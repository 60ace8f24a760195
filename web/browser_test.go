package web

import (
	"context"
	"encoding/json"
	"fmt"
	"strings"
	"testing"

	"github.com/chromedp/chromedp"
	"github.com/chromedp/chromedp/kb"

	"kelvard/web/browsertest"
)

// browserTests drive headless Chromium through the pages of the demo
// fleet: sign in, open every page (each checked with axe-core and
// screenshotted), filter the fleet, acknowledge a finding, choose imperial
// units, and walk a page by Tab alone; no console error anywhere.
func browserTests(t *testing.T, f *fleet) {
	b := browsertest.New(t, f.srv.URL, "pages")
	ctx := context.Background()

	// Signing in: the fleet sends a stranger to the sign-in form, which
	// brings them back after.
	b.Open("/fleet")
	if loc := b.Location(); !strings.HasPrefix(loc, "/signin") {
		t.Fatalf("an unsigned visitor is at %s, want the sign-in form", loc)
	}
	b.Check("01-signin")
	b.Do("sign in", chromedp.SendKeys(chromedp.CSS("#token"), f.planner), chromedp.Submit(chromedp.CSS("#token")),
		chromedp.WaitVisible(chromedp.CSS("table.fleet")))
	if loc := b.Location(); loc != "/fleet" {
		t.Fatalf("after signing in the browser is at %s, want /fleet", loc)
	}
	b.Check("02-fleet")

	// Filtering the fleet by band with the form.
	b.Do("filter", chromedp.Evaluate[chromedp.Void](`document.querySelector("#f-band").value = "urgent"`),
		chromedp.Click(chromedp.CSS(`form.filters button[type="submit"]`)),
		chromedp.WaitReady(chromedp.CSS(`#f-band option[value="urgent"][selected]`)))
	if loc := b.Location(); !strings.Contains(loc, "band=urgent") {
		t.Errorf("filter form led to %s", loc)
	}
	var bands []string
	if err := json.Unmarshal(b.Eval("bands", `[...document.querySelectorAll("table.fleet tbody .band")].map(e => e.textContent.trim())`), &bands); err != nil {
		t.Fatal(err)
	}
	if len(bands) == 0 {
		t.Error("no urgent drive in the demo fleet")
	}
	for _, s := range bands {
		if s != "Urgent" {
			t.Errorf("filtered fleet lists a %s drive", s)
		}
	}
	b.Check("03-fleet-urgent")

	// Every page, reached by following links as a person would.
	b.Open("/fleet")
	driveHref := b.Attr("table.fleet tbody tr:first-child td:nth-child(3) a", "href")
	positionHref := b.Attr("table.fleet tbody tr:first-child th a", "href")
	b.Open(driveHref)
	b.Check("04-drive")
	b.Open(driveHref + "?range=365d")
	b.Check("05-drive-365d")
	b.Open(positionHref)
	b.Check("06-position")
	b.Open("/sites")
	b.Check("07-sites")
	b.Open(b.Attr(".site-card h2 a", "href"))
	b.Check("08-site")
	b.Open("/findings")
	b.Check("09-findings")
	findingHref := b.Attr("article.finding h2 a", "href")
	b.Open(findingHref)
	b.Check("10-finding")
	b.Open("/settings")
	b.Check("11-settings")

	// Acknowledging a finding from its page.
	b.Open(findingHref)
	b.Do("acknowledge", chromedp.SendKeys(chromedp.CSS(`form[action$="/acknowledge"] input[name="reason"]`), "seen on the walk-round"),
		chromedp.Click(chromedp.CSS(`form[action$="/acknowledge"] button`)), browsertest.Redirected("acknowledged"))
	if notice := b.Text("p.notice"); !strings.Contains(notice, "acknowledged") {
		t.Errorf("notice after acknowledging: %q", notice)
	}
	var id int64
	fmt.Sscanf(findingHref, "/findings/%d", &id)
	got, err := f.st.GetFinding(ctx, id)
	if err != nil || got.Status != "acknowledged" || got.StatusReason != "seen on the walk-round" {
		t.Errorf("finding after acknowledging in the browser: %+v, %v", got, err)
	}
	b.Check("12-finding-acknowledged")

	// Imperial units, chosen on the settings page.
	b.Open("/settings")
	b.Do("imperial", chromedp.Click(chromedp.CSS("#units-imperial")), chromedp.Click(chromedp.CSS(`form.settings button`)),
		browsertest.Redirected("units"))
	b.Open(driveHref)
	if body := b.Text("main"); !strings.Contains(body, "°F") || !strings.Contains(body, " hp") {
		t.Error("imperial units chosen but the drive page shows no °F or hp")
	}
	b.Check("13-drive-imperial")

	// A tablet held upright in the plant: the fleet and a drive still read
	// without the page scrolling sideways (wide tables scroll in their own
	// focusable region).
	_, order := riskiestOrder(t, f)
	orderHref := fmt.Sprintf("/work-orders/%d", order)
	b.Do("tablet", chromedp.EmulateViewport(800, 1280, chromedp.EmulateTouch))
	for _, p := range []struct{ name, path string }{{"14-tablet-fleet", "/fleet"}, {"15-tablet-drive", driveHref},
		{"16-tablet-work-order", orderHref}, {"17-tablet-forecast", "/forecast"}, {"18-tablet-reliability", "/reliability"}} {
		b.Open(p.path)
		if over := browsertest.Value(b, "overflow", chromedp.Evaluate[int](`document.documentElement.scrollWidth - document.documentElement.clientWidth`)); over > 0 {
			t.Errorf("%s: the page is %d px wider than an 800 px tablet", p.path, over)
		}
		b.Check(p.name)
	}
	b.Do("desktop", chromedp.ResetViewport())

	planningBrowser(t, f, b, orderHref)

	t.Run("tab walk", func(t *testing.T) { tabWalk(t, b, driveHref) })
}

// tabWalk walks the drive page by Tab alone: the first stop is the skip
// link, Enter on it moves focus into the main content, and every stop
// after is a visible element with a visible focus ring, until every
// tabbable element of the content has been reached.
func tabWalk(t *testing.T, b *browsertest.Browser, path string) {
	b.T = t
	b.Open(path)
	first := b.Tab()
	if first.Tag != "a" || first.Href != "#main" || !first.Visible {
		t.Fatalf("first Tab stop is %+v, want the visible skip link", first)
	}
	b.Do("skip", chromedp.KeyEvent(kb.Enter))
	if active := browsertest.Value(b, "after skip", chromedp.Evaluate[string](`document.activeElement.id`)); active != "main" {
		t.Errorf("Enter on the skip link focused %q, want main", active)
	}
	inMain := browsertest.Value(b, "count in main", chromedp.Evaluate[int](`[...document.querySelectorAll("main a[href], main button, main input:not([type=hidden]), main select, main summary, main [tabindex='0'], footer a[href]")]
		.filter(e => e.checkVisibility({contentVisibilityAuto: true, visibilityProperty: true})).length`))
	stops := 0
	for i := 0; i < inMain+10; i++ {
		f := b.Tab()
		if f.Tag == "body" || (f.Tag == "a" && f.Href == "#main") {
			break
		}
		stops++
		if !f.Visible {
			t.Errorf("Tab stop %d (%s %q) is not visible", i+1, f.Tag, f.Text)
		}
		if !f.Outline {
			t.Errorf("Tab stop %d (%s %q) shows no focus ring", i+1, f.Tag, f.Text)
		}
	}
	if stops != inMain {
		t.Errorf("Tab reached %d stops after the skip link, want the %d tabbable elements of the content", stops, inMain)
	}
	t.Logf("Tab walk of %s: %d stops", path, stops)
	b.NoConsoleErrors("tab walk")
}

+--

What you return must match the listing above exactly, with every line included.

| PROBLEM SOLUTION |
repository 60ace8f24a760195
filename web/browser_test.go
package web

import (
	"context"
	"encoding/json"
	"fmt"
	"strings"
	"testing"

	"github.com/chromedp/chromedp"
	"github.com/chromedp/chromedp/kb"

	"kelvard/web/browsertest"
)

// browserTests drive headless Chromium through the pages of the demo
// fleet: sign in, open every page (each checked with axe-core and
// screenshotted), filter the fleet, acknowledge a finding, choose imperial
// units, and walk a page by Tab alone; no console error anywhere.
func browserTests(t *testing.T, f *fleet) {
	b := browsertest.New(t, f.srv.URL, "pages")
	ctx := context.Background()

	// Signing in: the fleet sends a stranger to the sign-in form, which
	// brings them back after.
	b.Open("/fleet")
	if loc := b.Location(); !strings.HasPrefix(loc, "/signin") {
		t.Fatalf("an unsigned visitor is at %s, want the sign-in form", loc)
	}
	b.Check("01-signin")
	b.Do("sign in", chromedp.SendKeys(chromedp.CSS("#token"), f.planner), chromedp.Submit(chromedp.CSS("#token")),
		chromedp.WaitVisible(chromedp.CSS("table.fleet")))
	if loc := b.Location(); loc != "/fleet" {
		t.Fatalf("after signing in the browser is at %s, want /fleet", loc)
	}
	b.Check("02-fleet")

	// Filtering the fleet by band with the form.
	b.Do("filter", chromedp.Evaluate[chromedp.Void](`document.querySelector("#f-band").value = "urgent"`),
		chromedp.Click(chromedp.CSS(`form.filters button[type="submit"]`)),
		chromedp.WaitReady(chromedp.CSS(`#f-band option[value="urgent"][selected]`)))
	if loc := b.Location(); !strings.Contains(loc, "band=urgent") {
		t.Errorf("filter form led to %s", loc)
	}
	var bands []string
	if err := json.Unmarshal(b.Eval("bands", `[...document.querySelectorAll("table.fleet tbody .band")].map(e => e.textContent.trim())`), &bands); err != nil {
		t.Fatal(err)
	}
	if len(bands) == 0 {
		t.Error("no urgent drive in the demo fleet")
	}
	for _, s := range bands {
		if s != "Urgent" {
			t.Errorf("filtered fleet lists a %s drive", s)
		}
	}
	b.Check("03-fleet-urgent")

	// Every page, reached by following links as a person would.
	b.Open("/fleet")
	driveHref := b.Attr("table.fleet tbody tr:first-child td:nth-child(3) a", "href")
	positionHref := b.Attr("table.fleet tbody tr:first-child th a", "href")
	b.Open(driveHref)
	b.Check("04-drive")
	b.Open(driveHref + "?range=365d")
	b.Check("05-drive-365d")
	b.Open(positionHref)
	b.Check("06-position")
	b.Open("/sites")
	b.Check("07-sites")
	b.Open(b.Attr(".site-card h2 a", "href"))
	b.Check("08-site")
	b.Open("/findings")
	b.Check("09-findings")
	findingHref := b.Attr("article.finding h2 a", "href")
	b.Open(findingHref)
	b.Check("10-finding")
	b.Open("/settings")
	b.Check("11-settings")

	// Acknowledging a finding from its page.
	b.Open(findingHref)
	b.Do("acknowledge", chromedp.SendKeys(chromedp.CSS(`form[action$="/acknowledge"] input[name="reason"]`), "seen on the walk-round"),
		chromedp.Click(chromedp.CSS(`form[action$="/acknowledge"] button`)), browsertest.Redirected("acknowledged"))
	if notice := b.Text("p.notice"); !strings.Contains(notice, "acknowledged") {
		t.Errorf("notice after acknowledging: %q", notice)
	}
	var id int64
	fmt.Sscanf(findingHref, "/findings/%d", &id)
	got, err := f.st.GetFinding(ctx, id)
	if err != nil || got.Status != "acknowledged" || got.StatusReason != "seen on the walk-round" {
		t.Errorf("finding after acknowledging in the browser: %+v, %v", got, err)
	}
	b.Check("12-finding-acknowledged")

	// Imperial units, chosen on the settings page.
	b.Open("/settings")
	b.Do("imperial", chromedp.Click(chromedp.CSS("#units-imperial")), chromedp.Click(chromedp.CSS(`form.settings button`)),
		browsertest.Redirected("units"))
	b.Open(driveHref)
	if body := b.Text("main"); !strings.Contains(body, "°F") || !strings.Contains(body, " hp") {
		t.Error("imperial units chosen but the drive page shows no °F or hp")
	}
	b.Check("13-drive-imperial")

	// A tablet held upright in the plant: the fleet and a drive still read
	// without the page scrolling sideways (wide tables scroll in their own
	// focusable region).
	_, order := riskiestOrder(t, f)
	orderHref := fmt.Sprintf("/work-orders/%d", order)
	b.Do("tablet", chromedp.EmulateViewport(800, 1280, chromedp.EmulateTouch))
	for _, p := range []struct{ name, path string }{{"14-tablet-fleet", "/fleet"}, {"15-tablet-drive", driveHref},
		{"16-tablet-work-order", orderHref}, {"17-tablet-forecast", "/forecast"}, {"18-tablet-reliability", "/reliability"}} {
		b.Open(p.path)
		if over := browsertest.Value(b, "overflow", chromedp.Evaluate[int](`document.documentElement.scrollWidth - document.documentElement.clientWidth`)); over > 0 {
			t.Errorf("%s: the page is %d px wider than an 800 px tablet", p.path, over)
		}
		b.Check(p.name)
	}
	b.Do("desktop", chromedp.ResetViewport())

	planningBrowser(t, f, b, orderHref)

	t.Run("tab walk", func(t *testing.T) { tabWalk(t, b, driveHref) })
}

// tabWalk walks the drive page by Tab alone: the first stop is the skip
// link, Enter on it moves focus into the main content, and every stop
// after is a visible element with a visible focus ring, until every
// tabbable element of the content has been reached.
func tabWalk(t *testing.T, b *browsertest.Browser, path string) {
	b.T = t
	b.Open(path)
	first := b.Tab()
	if first.Tag != "a" || first.Href != "#main" || !first.Visible {
		t.Fatalf("first Tab stop is %+v, want the visible skip link", first)
	}
	b.Do("skip", chromedp.KeyEvent(kb.Enter))
	if active := browsertest.Value(b, "after skip", chromedp.Evaluate[string](`document.activeElement.id`)); active != "main" {
		t.Errorf("Enter on the skip link focused %q, want main", active)
	}
	inMain := browsertest.Value(b, "count in main", chromedp.Evaluate[int](`[...document.querySelectorAll("main a[href], main button, main input:not([type=hidden]), main select, main summary, main [tabindex='0'], footer a[href]")]
		.filter(e => e.checkVisibility({contentVisibilityAuto: true, visibilityProperty: true})).length`))
	stops := 0
	for i := 0; i < inMain+10; i++ {
		f := b.Tab()
		if f.Tag == "body" || (f.Tag == "a" && f.Href == "#main") {
			break
		}
		stops++
		if !f.Visible {
			t.Errorf("Tab stop %d (%s %q) is not visible", i+1, f.Tag, f.Text)
		}
		if !f.Outline {
			t.Errorf("Tab stop %d (%s %q) shows no focus ring", i+1, f.Tag, f.Text)
		}
	}
	if stops != inMain {
		t.Errorf("Tab reached %d stops after the skip link, want the %d tabbable elements of the content", stops, inMain)
	}
	t.Logf("Tab walk of %s: %d stops", path, stops)
	b.NoConsoleErrors("tab walk")
}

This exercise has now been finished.